→ **Task brief**
Scan the records for the word "policy". Return each line where it is found.

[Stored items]
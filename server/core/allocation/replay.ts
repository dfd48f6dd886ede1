import { keyedChance, SECRET_BYTES, secretHashOf } from './keyed-draw.ts';
import { type AllocationLedger, type AllocationPlan, emptyLedger, issueNext } from './ledger.ts';

/** One issued slot, as it was recorded. */
export interface SlotRecord {
  /** 1, 2, … over the whole study, in the order of issue: the margins depend on that order. */
  readonly issueNumber: number;
  readonly siteId: string;
  /** 1, 2, … at its site. */
  readonly slotNumber: number;
  readonly protocolVersion: number;
  readonly stratum: string;
  readonly sequenceIndex: number;
  readonly drawsUsed: number;
}

/** The first place where the record and its recomputation differ. */
export interface ReplayDifference {
  readonly kind:
    | 'secret'
    | 'issue-number'
    | 'slot-number'
    | 'protocol-version'
    | 'sequence'
    | 'draws'
    | 'slot-count';
  /** The issue number where it was found; null for the secret and for the number of slots. */
  readonly issueNumber: number | null;
  readonly expected: string | number;
  readonly recorded: string | number;
}

/**
 * Recomputes every allocation of a study from its revealed secret.
 *
 * The secret must have the published hash; issue numbers must run from 1 without gap, slot numbers
 * likewise at each site; every sequence and number of draws must be what the policy of its protocol
 * version gives after the slots before; and there must be as many slots as the study says it
 * issued, since slots cut off at the end leave no gap.
 *
 * What it cannot see: two slots of different sites that change places in the order of issue, when
 * that order made no difference to either or to what followed. The audit log holds the order.
 *
 * @param input.plans       sequences and policy of each protocol version by version number
 * @param input.slots       in any order; they are replayed by issue number
 * @param input.slotsIssued how many the study says it issued
 * @returns the number of slots that agree before the first difference, and that difference
 * @throws {DomainError} when a protocol version's sequences are not well-formed
 */
export function replayAllocations(input: {
  readonly studyId: string;
  readonly secret: Uint8Array;
  readonly secretHash: string;
  readonly plans: ReadonlyMap<number, AllocationPlan>;
  readonly slots: readonly SlotRecord[];
  readonly slotsIssued: number;
}): { verified: number; firstDifference: ReplayDifference | null } {
  const { studyId, secret, secretHash, slotsIssued } = input;
  const actualHash = secretHashOf(secret);
  if (secret.length !== SECRET_BYTES || actualHash !== secretHash) {
    const firstDifference: ReplayDifference = {
      kind: 'secret',
      issueNumber: null,
      expected: secretHash,
      recorded: actualHash,
    };
    return { verified: 0, firstDifference };
  }
  const slots = input.slots.toSorted((a, b) => a.issueNumber - b.issueNumber);
  const ledgers = new Map(
    Array.from(input.plans, ([protocolVersion, plan]): [number, AllocationLedger] => [
      protocolVersion,
      emptyLedger(plan, keyedChance({ secret, studyId, protocolVersion })),
    ]),
  );
  const slotsBySite = new Map<string, number>();
  for (const [verified, slot] of slots.entries()) {
    const slotNumber = (slotsBySite.get(slot.siteId) ?? 0) + 1;
    slotsBySite.set(slot.siteId, slotNumber);
    const expected = { issueNumber: verified + 1, slotNumber };
    const firstDifference = differenceOf(slot, expected, ledgers);
    if (firstDifference !== null) return { verified, firstDifference };
  }
  if (slots.length !== slotsIssued) {
    const firstDifference: ReplayDifference = {
      kind: 'slot-count',
      issueNumber: null,
      expected: slotsIssued,
      recorded: slots.length,
    };
    return { verified: slots.length, firstDifference };
  }
  return { verified: slots.length, firstDifference: null };
}

/** Compares one slot with its recomputation, which is counted in the version's ledger. */
function differenceOf(
  slot: SlotRecord,
  expected: { readonly issueNumber: number; readonly slotNumber: number },
  ledgers: ReadonlyMap<number, AllocationLedger>,
): ReplayDifference | null {
  const { issueNumber } = expected;
  const differ = (
    kind: ReplayDifference['kind'],
    wanted: string | number,
    recorded: string | number,
  ): ReplayDifference => ({ kind, issueNumber, expected: wanted, recorded });
  if (slot.issueNumber !== issueNumber) {
    return differ('issue-number', issueNumber, slot.issueNumber);
  }
  if (slot.slotNumber !== expected.slotNumber) {
    return differ('slot-number', expected.slotNumber, slot.slotNumber);
  }
  const ledger = ledgers.get(slot.protocolVersion);
  if (ledger === undefined) {
    return differ('protocol-version', [...ledgers.keys()].join(', '), slot.protocolVersion);
  }
  const next = issueNext(ledger, slot);
  if (next.sequenceIndex !== slot.sequenceIndex) {
    return differ('sequence', next.sequenceIndex, slot.sequenceIndex);
  }
  if (next.drawsUsed !== slot.drawsUsed) {
    return differ('draws', next.drawsUsed, slot.drawsUsed);
  }
  return null;
}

→ **Solution below**
 * likewise at each site; every sequence and number of draws must be what the policy of its protocol
 * @param input.plans       sequences and policy of each protocol version by version number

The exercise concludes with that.